Sexism is also visible in the way that jobs are gendered. Male freelance illustrators just get taken more seriously than female freelance illustrators, and get paid commensurately. More generally, while men and women are equally likely to start a creative business in order to follow a passion, men tend to get rewarded for that (“you’re really devoted and passionate about this, we should pay you more”). Women, on the other hand, get punished. (“You’re really devoted and passionate about this, so you should be willing to do it for that reason alone.”)

A deeper reason for pay inequality is price opacity when it comes to rates and salaries. In industries where no one really knows what anybody else is paid, the people who are most aggressive and shameless about ramping up their fees are the people who will end up making the most money. Photographer Shay Cochrane, in the Honeybook survey, sums it up:

When I transitioned from portrait and wedding photography to commercial photography, I had to understand the extreme value shift of the product that I was creating with essentially the same amount of time and effort. Charging what I was worth took letting go of what seemed “comfortable.”

Then there’s the motherhood penalty. One huge downside to being self-employed is that there’s no paid maternity leave. The financial repercussions of taking time off to have a baby or two, right when one’s pay should be rising most quickly, can reverberate for years, especially in creative industries where it’s sometimes hard to distinguish between one person’s profession and another person’s hobby. When motherhood arrives, it’s easy for creatives and their clients both to switch into looking at the work as something which the woman does “in her spare time,” in a way that doesn’t really happen to fathers.

None of this comes as a great surprise, although the sheer magnitude of the income gap between men and women in creative professions is startling. The tough question is not why there’s a gap, but rather what can be done about it, at a systemic level. All too often, the onus is placed on female entrepreneurs to fix the problem, when they’re the very ones who are being damaged by the current system.

And while there are many ways to move towards greater equality, the single most important one would probably simply be greater price transparency. It’s important in a corporate context, and it’s even more important for the self-employed.

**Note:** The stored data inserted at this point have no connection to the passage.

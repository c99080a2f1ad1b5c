// Routing a system of ponds joined by their outlets, all ponds together at every step. Each pond i
// obeys dS_i/dt = I_i(t) + (flows in from the ponds that drain into it) - (flow out through its own
// outlet), where a link's flow depends on both ponds' stages and may run backwards (hydraulics/
// link.ts, routing/linkTable.ts) and a pond at the outfall has its single-pond rating. The step is the
// trapezoidal rule, the storage-indication method of one pond (Chow, Maidment & Mays 1988 sec. 8.2)
// written for several:
//   2 S_i(t2)/dt + Out_i(t2) - In_i(t2) = I_i(t1) + I_i(t2) + 2 S_i(t1)/dt - Out_i(t1) + In_i(t1),
// solved for the stages at t2 by Newton's method on the coupled equations (the Jacobian from the
// tables' interpolants, a backtracking line search on the residual), storage linear between the
// nodes of each pond's stage grid as in the single-pond table. The automatic step follows the single
// router: it lands on every pond's inflow points, limits the change of each pond's inflow per step to
// 1 % of its peak, and limits the step to 0.15 of the shortest time constant among the ponds (a pond's
// storage over the rate at which its net outflow changes with its own stage, a link's flow taken as a
// chord over at least CHORD_DIFFERENCE of level difference so that levels at rest against each other do
// not shrink the step to nothing); a step that ends where that limit is much shorter is done again.
// The ponds are taken upstream first (each before the pond it drains into), so that Newton's method
// costs two passes over them an iteration: down the array the Newton step by substitution back, the
// trial stages and the evaluation of every table; up the array, only while it goes on, the elimination
// (`SystemStepper`). Nothing is allocated per step: the state is one Float64Array made once per
// routing, a record per pond (see STRIDE). A step's first try starts from the flows last computed
// (those at its start), not evaluated again.
import type { Hydrograph, Pond } from "../model.js";
import { CHORD_DIFFERENCE, type LinkTable } from "./linkTable.js";
import type { CeilingApproach, RouteResult } from "./router.js";
import { routingTally } from "./router.js";
import { hydrographVolume } from "../hydrology/hydrograph.js";
import { PointsOfAnalysis } from "./pointOfAnalysis.js";

/** One pond as the system router sees it. */
export interface SystemRoutePond {
  name: string;
  pond: Pond;
  /** Stage grid (m) and the storage on it (m3 above pond.bottom). */
  stage: Float64Array;
  storage: Float64Array;
  /** A pond at the outfall: its outflow on `stage` (its single-pond rating table); null for a link. */
  outflow: Float64Array | null;
  /** A pond draining into pond `to`: its outlet's table; null at the outfall. */
  link: LinkTable | null;
  /** Index of the pond it drains into; -1 for the outfall. */
  to: number;
  startStage: number;
  drainedStage: number;
}

export interface SystemRouteOptions {
  /** Fixed time step (s); default automatic. */
  step?: number;
  /** Keep the series of every pond (for plots and CSV). */
  record?: boolean;
  /** A hydrograph the flow reaching the outfall (plus the bypass, with one) must stay under (release-limit form). */
  ceiling?: Hydrograph;
  /**
   * Runoff that bypasses every pond and joins the flow reaching the outfall at the point of analysis:
   * the router tracks the largest sum (`peakAtPoint`), as the single router does with a pond's outflow.
   */
  bypass?: Hydrograph;
  /** Runoff joining the flow reaching the outfall at further points (one per point): their largest sums in `downstream`. */
  downstream?: readonly Hydrograph[];
  /** Seconds simulated after the last inflow point at most (default 10 days). */
  maxAfterInflow?: number;
  maxStep?: number;
  minStep?: number;
  inflowFraction?: number;
  timeConstantFraction?: number;
  /** Automatic step: fraction of a link's own time constant a step may span (LINK_TIME_CONSTANT_FRACTION). */
  linkTimeConstantFraction?: number;
  /** The general stepper even for two ponds in a chain (which otherwise take `PairStepper`): the tests compare the two. */
  general?: boolean;
}

/** One pond's results: a single pond's `RouteResult` (its outflow the forward flow through its own outlet) and what flowed back. */
export interface PondRouteResult extends RouteResult {
  name: string;
  /** Largest flow back through its own outlet, from the pond downstream (m3/s, 0 if none), and when (s). */
  peakReverse: number;
  timeOfPeakReverse: number;
  /** Volume that flowed back into this pond through its own outlet (m3). */
  volumeBack: number;
  /** Largest total inflow: its own, the ponds draining into it, and water flowing back through its outlet (m3/s). */
  peakTotalInflow: number;
}

export interface SystemSeries {
  time: number[];
  /** Flow reaching the outfall (m3/s). */
  outfall: number[];
  /** With a bypass: the bypass at each time (outfall + bypass is the flow at the point of analysis). */
  bypass?: number[];
  /** Per pond: stage (m), own inflow (m3/s), flow through its outlet (m3/s, negative back). */
  stage: number[][];
  inflow: number[][];
  outflow: number[][];
}

/** The system's results: the single router's fields for the system as a whole (inflow the ponds' own
 * inflows together, outflow the flow reaching the outfall: the ponds draining there together), each
 * pond's, and the Newton iterations. */
export interface SystemRouteResult
  extends Pick<
    RouteResult,
    "peakInflow" | "peakOutflow" | "timeOfPeakOutflow" | "peakAtPoint" | "timeOfPeakAtPoint" | "bypassAtPeak" | "downstream" | "volumeIn" | "volumeOut" | "storageChange" | "massBalanceError" | "duration" | "steps" | "smallestStep" | "largestStep" | "refinedSteps" | "redoneSteps" | "clampedSteps" | "beyondTable" | "ceiling"
  > {
  ponds: PondRouteResult[];
  /** Newton iterations over all steps, and steps that did not converge in NEWTON_ITERATIONS (done again shorter, or kept with a fixed step). */
  iterations: number;
  unconverged: number;
  series?: SystemSeries;
}

const TEN_DAYS = 10 * 86400;
const REDO_FACTOR = 1.5;
/** Newton's method: most iterations per step, and the largest stage correction (m) at which it has converged. */
const NEWTON_ITERATIONS = 40;
const NEWTON_TOLERANCE = 1e-10;
/**
 * A step is converged when each pond's residual is no more than its storage holds in this much stage
 * (m): the step's bookkeeping then gives the residual to the storage, so the mass balance closes and the stage is
 * at most this far from the storage's (a thousandth of the contract's 0.003 m).
 */
const STAGE_TOLERANCE = 3e-6;
/** The step spans at most this fraction of the shortest time constant (the single router's). */
const TIME_CONSTANT_FRACTION = 0.15;
/**
 * The step spans at most this fraction of a link's own time constant (a pond's storage over the rate
 * at which the link's flow changes with its level, near equal levels the chord's): the mode in which
 * two ponds' levels even out through a link is fast and stiff, and the trapezoidal rule damps it
 * (by (1 - r/2) / (1 + r/2) a step, r = dt / time constant) while it follows the slow inflows that
 * drive the flow through the link to the accuracy of the step; the slow modes keep TIME_CONSTANT_FRACTION.
 */
export const LINK_TIME_CONSTANT_FRACTION = 1;

/**
 * A pond's inflow walked by a cursor. Its look-ups leave their results in fields (`value`, `nextPoint`,
 * `rate`) instead of returning them, so that nothing is boxed per step.
 */
class InflowCursor {
  private j = 0;
  /** Its points (empty for none). */
  readonly times: Float64Array;
  readonly flows: Float64Array;
  /** Its first and last times (Infinity and -Infinity for none), its peak, and the change it may make in a step. */
  readonly first: number;
  readonly last: number;
  readonly peak: number;
  readonly change: number;
  /** The value of the last `load`. */
  value = 0;
  /** After `advance(t)`: the next point after t (Infinity after the last) and |slope| of the segment holding t (0 outside). */
  nextPoint = Infinity;
  rate = 0;
  /** The slope of each segment of the inflow (m3/s per s), made once per hydrograph. */
  private readonly slopes: Float64Array;
  constructor(h: Hydrograph | null, fraction: number) {
    this.times = h ? h.times : new Float64Array(0);
    this.flows = h ? h.flows : new Float64Array(0);
    const n = this.times.length;
    this.slopes = h ? slopesOf(h.times, h.flows) : new Float64Array(0);
    this.first = n ? this.times[0] : Infinity;
    this.last = n ? this.times[n - 1] : -Infinity;
    let peak = 0;
    for (let i = 0; i < n; i++) if (this.flows[i] > peak) peak = this.flows[i];
    this.peak = peak;
    this.change = fraction * peak;
  }
  /** The time of the next `load` (s): a field, so that the call boxes nothing. */
  t = 0;
  /**
   * Value at `t` approached from the left (from the right when `right`): zero outside the points
   * (always, with none). Inside them the walk needs no bounds (a point on either side of t stops it);
   * the ends are another method's, so that this one is small enough for V8 to inline into the steppers.
   */
  load(right: boolean): void {
    const t = this.t;
    if (t > this.first && t < this.last) {
      const times = this.times;
      let j = this.j;
      while (times[j + 1] < t) j++;
      while (times[j] >= t) j--;
      this.j = j;
      this.value = this.flows[j] + this.slopes[j] * (t - times[j]);
    } else this.atEnds(right);
  }
  /** `load` at or outside the first and last points. */
  private atEnds(right: boolean): void {
    const t = this.t;
    if (t < this.first || t > this.last) this.value = 0;
    else if (t === this.first) this.value = right ? this.flows[0] : 0;
    else this.value = right ? 0 : this.flows[this.flows.length - 1];
  }
  /** Sets `nextPoint` and `rate` for the time `t`. */
  advance(): void {
    const t = this.t;
    if (t >= this.last) {
      this.nextPoint = Infinity;
      this.rate = 0;
      return;
    }
    if (t < this.first) {
      this.nextPoint = this.first;
      this.rate = 0;
      return;
    }
    const times = this.times;
    let j = this.j;
    while (j < times.length - 2 && times[j + 1] <= t) j++;
    this.j = j;
    this.nextPoint = times[j + 1];
    this.rate = Math.abs(this.slopes[j]);
  }
}

/*
 * A pond's record in the stepper's `state`: STRIDE numbers a pond, pond i's from i * STRIDE. One array
 * for every pond's numbers, so that a pass over the ponds loads one array: a pass over twenty arrays of
 * two numbers each spends as long loading the arrays as on its arithmetic.
 */
/** The stage being solved, and the stage a trial starts from (m). */
const H = 0;
const BASE = 1;
/** Storage (m3 above the floor) and its slope with stage (m2). */
const STORAGE = 2;
const SLOPE = 3;
/** Flow through the pond's outlet (m3/s, negative back) and its partial derivatives in the pond's own stage and in the stage of the pond below (m2/s). */
const FLOW = 4;
const BY_OWN = 5;
const BY_BELOW = 6;
/** Its step equation's residual and known side, its row's diagonal and right-hand side after the elimination, its Newton step. */
const RESIDUAL = 7;
const KNOWN = 8;
const DIAGONAL = 9;
const RIGHT = 10;
const STEP = 11;
/**
 * What the ponds draining into it hand it in a pass up (zeroed as it takes them): minus their flows
 * (its residual), their flows at the step's start (its known side), minus their links' partials in its
 * stage and their rows' elimination (its diagonal, kept apart so that the sums are those of the
 * elimination written out), their rows' elimination (its right-hand side), their links' rates (its
 * time constant).
 */
const FLOW_ABOVE = 12;
const KNOWN_ABOVE = 13;
const PARTIAL_ABOVE = 14;
const DIAGONAL_ABOVE = 15;
const RIGHT_ABOVE = 16;
const RATE_ABOVE = 17;
/** The step's start: stage, storage, flow, its own inflow; its own inflow at the step's end. */
const H1 = 18;
const S1 = 19;
const Q1 = 20;
const I1 = 21;
const I2 = 22;
/** Its floor (m). */
const FLOOR = 23;
const STRIDE = 24;
/** A pond's integers in `index`: the record of the pond below (-1 the outfall), its cell of its grid, its link's cell (`LinkTable.cell`) at the last evaluation. */
const BELOW = 0;
const CELL = 1;
const LINK_CELL = 2;
const INDEX_STRIDE = 3;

Beyond that, corporations who are serious about income equality should be looking hard not only at their employees but also at their freelance vendors.

The first step, though, is simply understanding that there is a deep and systemic rift here. Honeybook surveyed more than 3,000 creative entrepreneurs, and 63% of them believed that men and women are paid equally in creative industries. Only once they start to understand just how wrong they are, will they ever begin to do something to address the problem.